▶ _Description of the task_
Search the data below for the string "extends". Extract every line that contains it.

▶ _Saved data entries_
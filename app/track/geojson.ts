import type {
  Feature,
  FeatureCollection,
  GeoJsonProperties,
  Geometry,
  LineString,
  MultiLineString,
  MultiPolygon,
  Point,
  Polygon,
} from 'geojson'
import type { Stretch } from '~/track/corners'
import type { LayoutFrame } from '~/track/layout-frame'
import type { LngLat, Position } from '~/track/units'

/*
 * GeoJSON for others, as RFC 7946 asks of a writer: longitude, latitude, height; no crs member (4); exterior rings
 * counter-clockwise, holes clockwise, both closed (3.1.6); nothing across ±180° (3.1.9).
 */

type Coordinates = [longitude: number, latitude: number, height?: number]

/** 1e-7° is about 1 cm on the ground; heights are given to 1 cm. */
const rounded = (value: number, decimals: number) => Number(value.toFixed(decimals)) + 0
const coordinates = ([longitude, latitude, height]: LngLat | Position): Coordinates =>
  height === undefined
    ? [rounded(longitude, 7), rounded(latitude, 7)]
    : [rounded(longitude, 7), rounded(latitude, 7), rounded(height, 2)]

const feature = <G extends Geometry>(geometry: G, properties: GeoJsonProperties, id?: string): Feature<G> =>
  id === undefined ? { type: 'Feature', geometry, properties } : { type: 'Feature', id, geometry, properties }

const same = (p: Coordinates, q: Coordinates) => p[0] === q[0] && p[1] === q[1]

/** Where the segment meets longitude `meridian`, the longitudes counted on past 180°; height only where both ends have one. */
function crossing(p: Coordinates, q: Coordinates, meridian: number): Coordinates {
  const share = (meridian - p[0]) / (q[0] - p[0])
  const between = (from: number, to: number) => from + share * (to - from)
  const latitude = between(p[1], q[1])
  return p[2] === undefined || q[2] === undefined ? [meridian, latitude] : [meridian, latitude, between(p[2], q[2])]
}

/** Each longitude moved by whole turns to lie within 180° of the one before, so that a line runs on across ±180°. */
function runningOn(positions: readonly (LngLat | Position)[]): Coordinates[] {
  let before = positions[0]![0]
  return positions.map(([longitude, latitude, height]) => {
    before += longitude - before - 360 * Math.round((longitude - before) / 360)
    return height === undefined ? [before, latitude] : [before, latitude, height]
  })
}

const shifted = (points: readonly Coordinates[], turns: number) =>
  points.map((point): Coordinates => [point[0] - 360 * turns, point[1], ...(point.slice(2) as [number?])])

/** The number of the turn that a longitude counted past 180° falls in: 0 from −180° to 180°. */
const turnOf = (longitude: number) => Math.floor((longitude + 180) / 360)

/** The pieces of a line between crossings of ±180°, each within −180…180. */
function linePieces(positions: readonly (LngLat | Position)[]): Coordinates[][] {
  const points = runningOn(positions)
  const pieces: Coordinates[][] = []
  let piece = [points[0]!]
  let turn = turnOf(points[0]![0])
  for (let i = 1; i < points.length; i++) {
    const next = turnOf(points[i]![0])
    if (next !== turn) {
      const edge = crossing(points[i - 1]!, points[i]!, 360 * Math.max(turn, next) - 180)
      pieces.push(shifted([...piece, edge], turn))
      piece = [edge]
      turn = next
    }
    piece.push(points[i]!)
  }
  pieces.push(shifted(piece, turn))
  return pieces
    .map((line) => line.map(coordinates).filter((point, i, all) => i === 0 || !same(point, all[i - 1]!)))
    .filter((line) => line.length > 1)
}

/**
 * A line as a feature: a LineString, or a MultiLineString cut at ±180° where it crosses. Needs two positions that differ;
 * throws a RangeError without.
 */
export function lineFeature(
  positions: readonly (LngLat | Position)[],
  properties: GeoJsonProperties,
  id?: string,
): Feature<LineString | MultiLineString> {
  const pieces = positions.length > 0 ? linePieces(positions) : []
  if (pieces.length === 0) throw new RangeError('A line needs two different positions')
  const geometry: LineString | MultiLineString =
    pieces.length === 1
      ? { type: 'LineString', coordinates: pieces[0] as number[][] }
      : { type: 'MultiLineString', coordinates: pieces as number[][][] }
  return feature(geometry, properties, id)
}

/** A corner's stretch of the centreline in driving order, with heights where the centreline has them. */
export function cornerFeature(
  frame: Pick<LayoutFrame, 'sliceOf'>,
  stretch: Stretch,
  properties: GeoJsonProperties,
  id?: string,
): Feature<LineString | MultiLineString> {
  return lineFeature(frame.sliceOf(stretch.from, stretch.until), properties, id)
}

export const pointFeature = (position: LngLat | Position, properties: GeoJsonProperties, id?: string): Feature<Point> =>
  feature({ type: 'Point', coordinates: coordinates(position) as number[] }, properties, id)

/** Twice the signed area of a closed ring in square degrees: positive counter-clockwise. */
const signedArea = (ring: readonly Coordinates[]) =>
  ring.reduce((sum, p, i) => {
    const q = ring[(i + 1) % ring.length]!
    return sum + p[0] * q[1] - q[0] * p[1]
  }, 0)

/** Rounded, without repeats, closed, and turned the way asked for. */
function closedRing(points: readonly Coordinates[], counterClockwise: boolean): Coordinates[] {
  const ring = points.map(coordinates).filter((point, i, all) => !same(point, all.at(i - 1)!))
  if (signedArea(ring) > 0 !== counterClockwise) ring.reverse()
  return [...ring, ring[0]!]
}

/** The part of a ring on one side of a meridian (Sutherland and Hodgman, Comm. ACM 17, 1974, 32–42). */
function clipped(ring: readonly Coordinates[], meridian: number, side: 1 | -1): Coordinates[] {
  const inside = (point: Coordinates) => side * (point[0] - meridian) >= 0
  return ring.flatMap((point, i) => {
    const before = ring.at(i - 1)!
    const entering = inside(point) !== inside(before) ? [crossing(before, point, meridian)] : []
    return inside(point) ? [...entering, point] : entering
  })
}

/**
 * A polygon from its exterior ring and its holes, closed or not, in either winding: exterior counter-clockwise, holes
 * clockwise; a MultiPolygon cut at ±180° where the exterior crosses. Rings need three positions that differ.
 */
export function polygonFeature(
  rings: readonly (readonly (LngLat | Position)[])[],
  properties: GeoJsonProperties,
  id?: string,
): Feature<Polygon | MultiPolygon> {
  const running = rings.map((ring) => runningOn([rings[0]![0]!, ...ring]).slice(1))
  const turns = running[0]!.map((point) => turnOf(point[0]))
  const west = Math.min(...turns)
  const polygons: number[][][][] = []
  for (let turn = west; turn <= Math.max(...turns); turn++) {
    const parts = running
      .map((ring) => clipped(clipped(ring, 360 * turn - 180, 1), 360 * turn + 180, -1))
      .map((ring, k) => closedRing(shifted(ring, turn), k === 0))
    if (parts[0]!.length > 3) polygons.push(parts.filter((ring) => ring.length > 3) as number[][][])
  }
  const geometry: Polygon | MultiPolygon =
    polygons.length === 1
      ? { type: 'Polygon', coordinates: polygons[0]! }
      : { type: 'MultiPolygon', coordinates: polygons }
  return feature(geometry, properties, id)
}

export const featureCollection = <G extends Geometry>(features: readonly Feature<G>[]): FeatureCollection<G> => ({
  type: 'FeatureCollection',
  features: [...features],
})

▶ _Solution to this task_
const feature = <G extends Geometry>(geometry: G, properties: GeoJsonProperties, id?: string): Feature<G> =>
export const featureCollection = <G extends Geometry>(features: readonly Feature<G>[]): FeatureCollection<G> => ({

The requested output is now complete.